Python is regularly featured in industry publications. In fact, since 1995, Python creator Guido van Rossum has appeared on the cover of prominent tech magazines such as Linux Journal and Dr. Dobb's Journal; the latter publication gave him a programming excellence award for Python. Linux Journal also published a special Python supplement with its May 2000 issue, and a Python-specific magazine, PyZine, was started up in recently.

Group therapy

Regional Python user groups have begun springing up in numerous sites in the U.S. and abroad, including Oregon, San Francisco, Washington D.C., Colorado, Italy, Korea, and England. Such groups work on Python-related enhancements, organize Python events, and more.

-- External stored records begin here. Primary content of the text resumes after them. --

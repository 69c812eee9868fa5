/** Row 1: a filler metal of a higher strength class than tested; a lower class is free. The GMAW column isn't confirmed. */
import { namedRule } from '../../common/rule-kinds.ts'
import { names } from '../../common/wording.ts'
import type { Rule } from '../../rule.ts'
import { strengthClass } from '../fillers.ts'
import { meta } from '../meta.ts'

const CLASSES = [60, 70, 80, 90, 100, 110, 120]
const name = (ksi: number): string => `${ksi} ksi class`

const base = namedRule({
  meta: meta('filler_strength'),
  field: 'filler.classification',
  at: 'block',
  label: 'filler strength class',
  asked(context) {
    const ksi = context.block && strengthClass(context.block.process, context.block.filler)
    return ksi ? [name(ksi)] : null
  },
  tested(_context, side) {
    const ksi = side.block && strengthClass(side.block.process, side.block.filler)
    return ksi ? name(ksi) : null
  },
  covers: (value) => CLASSES.filter((ksi) => ksi <= Number.parseInt(value, 10)).map(name),
  because: 'Only an increase of strength counts; whether a weaker filler is strong enough is a matter of design.',
})

export const fillerStrength: Rule = {
  ...base,
  check(context, sides, joined) {
    const judged = base.check(context, sides, joined)
    if (judged?.verdict !== 'outside' || context.block?.process !== 'GMAW') return judged
    return { ...judged, verdict: 'cannot-tell', sentence: `The filler is of a higher strength class than that of ${names(sides)}. Whether this counts for GMAW is not confirmed here; look it up in your edition.`, missing: ['confirmation of row 1 for GMAW'] }
  },
}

On the pragmatics front, commercial support, consulting, prepackaged distributions, and professional training for Python are now readily available from a variety of sources. For instance, the Python interpreter can be obtained on CDs and packages sold by various companies (including ActiveState), and Python usually comes prebuilt and free with most Linux and recent Macintosh operating systems. In addition, there are now two primary sites for finding third-party add-ons for Python programming: the Vaults of Parnassus and PyPI (see http://www.python.org for links).


It's now possible to make money as a Python programmer (without having to resort to writing large, seminal books). As I write this book, the Python job board at http://www.python.org/Jobs.html lists some 60 companies seeking Python programmers in the U.S. and abroad, in a wide variety of domains. Searches for Python at popular employment sites such as Monster.com and Dice.com yield hundreds of hits for Python-related jobs. And according to one report, the number of Python jobs available in the Silicon Valley area increased 400 percent to 600 percent in the year ending in mid-2005. Not that anyone should switch jobs, of course, but it's nice to know that you can now make a living by using a language that also happens to be fun.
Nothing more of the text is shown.